= Lady Qiong (Han dynasty) =

Lady Qiong was a Chinese noblewoman from the late Eastern Han dynasty. She was the wife of Guo Si, who ruled de facto China with Li Jue after Dong Zhuo's death. She is best-known for participating in a conspiracy to separate Guo Si and Li Jue, triggering infighting between the two that led to their downfall.

== Background ==
Lady Qiong lived during the collapse of the Han dynasty, a time marked by internal conflicts and the rise of warlords. Following the assassination of Dong Zhuo, a tyrannical warlord who controlled Emperor Xian, in 192, his followers, including Li Jue and Guo Si, seized power in Chang'an, holding the young emperor hostage. Initially allies, Guo Si and Li Jue shared control of the government, but their conflict, driven by personal rivalry, paranoia, and poor leadership, destabilized the Han court and contributed to their eventual downfall.

== Guo Si and Li Jue conflict ==
In 195, tensions between generals Guo Si and Li Jue boiled over. Lady Qiong, Guo Si’s wife, fueled their rift, suspecting Li Jue of plotting to poison her husband. To deepen mistrust, she manipulated food sent by Li Jue, claiming it was tainted, and even poisoned a gift herself, feeding it to a dog, which died, convincing Guo Si of Li Jue’s treachery. She also falsely accused Guo Si of an affair with one of Li Jue’s concubines, further stoking discord.

This sparked armed clashes between Guo Si and Li Jue’s forces, weakening both sides. Their rivalry erupted into open warfare in Chang’an as they fought for control of Emperor Xian. The chaos enabled the emperor’s escape in 196, with assistance from warlords like Zhang Yang. In 197, Guo Si was killed by his subordinate Wu Xi. No historical records detail Lady Qiong's fate after these events.

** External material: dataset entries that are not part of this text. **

def _dt(ts_us: int) -> datetime:
    return from_epoch_us(ts_us)


def _pg_merge_sql(signals: tuple[str, ...]) -> tuple[str, str]:
    """``(UPDATE, INSERT)`` from the staging table; parameter %(sfid)s is the file id."""
    sets, changed = _merge_clauses(signals, old="t", new="st", mask="st.provided_mask",
                                   differs="IS DISTINCT FROM")
    sets.append("source_file_id = CAST(%(sfid)s AS integer)")
    update = (f"UPDATE samples AS t SET {', '.join(sets)} FROM {_STAGE_TABLE} AS st "
              "WHERE t.unit_id = st.unit_id AND t.ts = st.ts AND (" +
              " OR ".join(changed) + ")")
    names = ["unit_id", "ts", *signals, "quality", "flagged_signals"]
    insert = (f"INSERT INTO samples ({', '.join(names)}, source_file_id) "
              f"SELECT {', '.join('st.' + n for n in names)}, CAST(%(sfid)s AS integer) "
              f"FROM {_STAGE_TABLE} AS st WHERE NOT EXISTS (SELECT 1 FROM samples AS t "
              "WHERE t.unit_id = st.unit_id AND t.ts = st.ts)")
    return update, insert


def _pg_stage_ddl() -> str:
    signals = ", ".join(f"{name} double precision" for name in SIGNAL_NAMES)
    return (f"CREATE TEMP TABLE IF NOT EXISTS {_STAGE_TABLE} (unit_id integer NOT NULL, "
            f"ts timestamptz NOT NULL, {signals}, quality integer NOT NULL, "
            "flagged_signals bigint NOT NULL, provided_mask bigint NOT NULL) ON COMMIT DROP")
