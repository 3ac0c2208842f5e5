package org.skerry.cli.checkpoint;

import static org.junit.jupiter.api.Assertions.assertArrayEquals;
import static org.junit.jupiter.api.Assertions.assertEquals;
import static org.junit.jupiter.api.Assertions.assertFalse;
import static org.junit.jupiter.api.Assertions.assertTrue;

import java.io.IOException;
import java.io.PrintWriter;
import java.io.StringWriter;
import java.nio.file.Files;
import java.nio.file.Path;
import java.util.ArrayList;
import java.util.Comparator;
import java.util.List;
import java.util.Locale;
import java.util.stream.Stream;
import org.junit.jupiter.api.BeforeAll;
import org.junit.jupiter.api.DisplayName;
import org.junit.jupiter.api.Test;
import org.junit.jupiter.api.io.TempDir;
import org.skerry.cli.ExitCodes;
import org.skerry.cli.SkerryCommand;
import org.skerry.engine.Slow;
import org.skerry.engine.reference.SyntheticData;
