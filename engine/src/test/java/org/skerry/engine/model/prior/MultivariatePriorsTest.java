package org.skerry.engine.model.prior;

import static org.junit.jupiter.api.Assertions.assertEquals;
import static org.junit.jupiter.api.Assertions.assertTrue;
import static org.skerry.engine.model.prior.UnivariateDistributionsTest.assertMessage;

import java.util.SplittableRandom;
import org.apache.commons.math3.distribution.BetaDistribution;
import org.apache.commons.math3.distribution.GammaDistribution;
import org.apache.commons.math3.distribution.MultivariateNormalDistribution;
import org.apache.commons.math3.distribution.NormalDistribution;
import org.apache.commons.math3.stat.inference.KolmogorovSmirnovTest;
import org.junit.jupiter.api.DisplayName;
import org.junit.jupiter.api.Test;
import org.skerry.engine.random.RandomStream;
import org.skerry.engine.random.StreamPurpose;

/**
 * {@link IndependentPrior} and {@link MultivariateNormalPrior} against Commons Math 3.6.1:
 * product densities, {@code MultivariateNormalDistribution.density}, and KS tests of draws.
 */
class MultivariatePriorsTest {

    /** Per-test KS level; 6 KS tests in this class, so at most 6e-4 chance of a false alarm. */
    private static final double KS_ALPHA = 1e-4;
    private static final int DRAWS = 20_000;

    private static final double[] MEAN = {1.0, -2.0, 0.5};
    private static final double[][] COVARIANCE = {
        {4.0, 1.2, -0.6},
        {1.2, 2.0, 0.3},
        {-0.6, 0.3, 0.5},
    };

    @Test
    @DisplayName("independent prior: log-density is the sum of Commons Math marginal log-densities")
    void independentLogDensity() {
        IndependentPrior prior = IndependentPrior.of(Normal.of(0, 2), Gamma.of(2, 3), Beta.of(2, 5));
        NormalDistribution n = new NormalDistribution(0, 2);
        GammaDistribution g = new GammaDistribution(2, 1.0 / 3.0);
        BetaDistribution b = new BetaDistribution(2, 5);
        SplittableRandom random = new SplittableRandom(3);
        for (int i = 0; i < 200; i++) {
            double[] x = {random.nextDouble(-5, 5), random.nextDouble(0.01, 3), random.nextDouble(0.01, 0.99)};
            double expected = n.logDensity(x[0]) + g.logDensity(x[1]) + b.logDensity(x[2]);
            assertEquals(expected, prior.logDensity(x), 1e-12 * Math.max(1, Math.abs(expected)));
        }
        assertEquals(Double.NEGATIVE_INFINITY, prior.logDensity(new double[] {0.0, -1.0, 0.5}));
        assertEquals(3, prior.dimension());
    }

    @Test
    @DisplayName("independent prior: each coordinate's draws pass KS against its Commons Math marginal")
    void independentDraws() {
        IndependentPrior prior = IndependentPrior.of(Normal.of(0, 2), Gamma.of(2, 3), Beta.of(2, 5));
        RandomStream random = new RandomStream(11L, StreamPurpose.TESTING, 0, 0);
        double[][] columns = new double[3][DRAWS];
        double[] x = new double[3];
        for (int i = 0; i < DRAWS; i++) {
            prior.sample(random, x);
            for (int k = 0; k < 3; k++) {
                columns[k][i] = x[k];
            }
        }
        KolmogorovSmirnovTest ks = new KolmogorovSmirnovTest();
        assertTrue(ks.kolmogorovSmirnovTest(new NormalDistribution(0, 2), columns[0]) > KS_ALPHA);
        assertTrue(ks.kolmogorovSmirnovTest(new GammaDistribution(2, 1.0 / 3.0), columns[1]) > KS_ALPHA);
        assertTrue(ks.kolmogorovSmirnovTest(new BetaDistribution(2, 5), columns[2]) > KS_ALPHA);
    }

    @Test
    @DisplayName("multivariate normal: log-density equals log of Commons Math MultivariateNormalDistribution.density")
    void multivariateNormalLogDensity() {
        MultivariateNormalPrior prior = MultivariateNormalPrior.of(MEAN, COVARIANCE);
        MultivariateNormalDistribution theirs = new MultivariateNormalDistribution(MEAN, COVARIANCE);
        SplittableRandom random = new SplittableRandom(5);
        for (int i = 0; i < 500; i++) {
            double[] x = {random.nextDouble(-6, 8), random.nextDouble(-8, 4), random.nextDouble(-3, 4)};
            double expected = Math.log(theirs.density(x));
            assertEquals(expected, prior.logDensity(x), 1e-12 * Math.max(1, Math.abs(expected)), "at " + i);
        }
    }

    @Test
    @DisplayName("multivariate normal: 1-D case equals Commons Math NormalDistribution.logDensity")
    void oneDimensional() {
        MultivariateNormalPrior prior = MultivariateNormalPrior.of(new double[] {3.0}, new double[][] {{0.25}});
        NormalDistribution theirs = new NormalDistribution(3.0, 0.5);
        for (int i = 0; i <= 100; i++) {
            double x = 1.0 + 0.04 * i;
            assertEquals(theirs.logDensity(x), prior.logDensity(new double[] {x}), 1e-12);
        }
    }

    @Test
    @DisplayName("multivariate normal draws: projections a'x pass KS against N(a'mu, a'Sigma a) (Commons Math)")
    void multivariateNormalDraws() {
        MultivariateNormalPrior prior = MultivariateNormalPrior.of(MEAN, COVARIANCE);
        double[][] directions = {{1, 0, 0}, {0, 0, 1}, {0.5, -1.0, 2.0}};
        RandomStream random = new RandomStream(13L, StreamPurpose.TESTING, 0, 0);
        double[][] projections = new double[directions.length][DRAWS];
        double[] x = new double[3];
        for (int i = 0; i < DRAWS; i++) {
            prior.sample(random, x);
            for (int a = 0; a < directions.length; a++) {
                projections[a][i] = dot(directions[a], x);
            }
        }
        for (int a = 0; a < directions.length; a++) {
            double[] d = directions[a];
            double variance = 0.0;
            for (int i = 0; i < 3; i++) {
                for (int j = 0; j < 3; j++) {
                    variance += d[i] * COVARIANCE[i][j] * d[j];
                }
            }
            NormalDistribution reference = new NormalDistribution(dot(d, MEAN), Math.sqrt(variance));
            double p = new KolmogorovSmirnovTest().kolmogorovSmirnovTest(reference, projections[a]);
            assertTrue(p > KS_ALPHA, "direction " + a + ": p = " + p);
        }
    }

    private static double dot(double[] a, double[] b) {
        double sum = 0.0;
        for (int i = 0; i < a.length; i++) {
            sum += a[i] * b[i];
        }
        return sum;
    }

    @Test
    @DisplayName("bad mean or covariance is refused with a message naming it")
    void refusals() {
        assertMessage(() -> MultivariateNormalPrior.of(new double[0], new double[0][0]), "mean", "empty");
        assertMessage(() -> MultivariateNormalPrior.of(new double[] {0, Double.NaN}, new double[][] {{1, 0}, {0, 1}}),
                "mean[1]", "NaN");
        assertMessage(() -> MultivariateNormalPrior.of(new double[] {0, 0}, new double[][] {{1, 0}}),
                "covariance", "1 rows");
        assertMessage(() -> MultivariateNormalPrior.of(new double[] {0, 0}, new double[][] {{1, 0.5}, {0.4, 1}}),
                "symmetric", "0.4");
        assertMessage(() -> MultivariateNormalPrior.of(new double[] {0, 0}, new double[][] {{1, 2}, {2, 1}}),
                "positive definite", "pivot 1");
        assertMessage(() -> IndependentPrior.of(), "marginals", "empty");
        assertMessage(() -> IndependentPrior.iid(Normal.of(0, 1), 0), "dimension", "0");
    }
}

== Romance of the Three Kingdoms ==
In the 14th century historical novel, Romance of the Three Kingdoms, which romanticizes previous events and during the Three Kingdoms period of China, introduces Lady Qiong in Chapter 13. She is portrayed as a cunning figure who exacerbates the distrust between Guo Si and Li Jue.

== Sources ==

- Chen, Shou (3rd century). Records of the Three Kingdoms (Sanguozhi).
- Fan, Ye (5th century). Book of the Later Han (Houhanshu).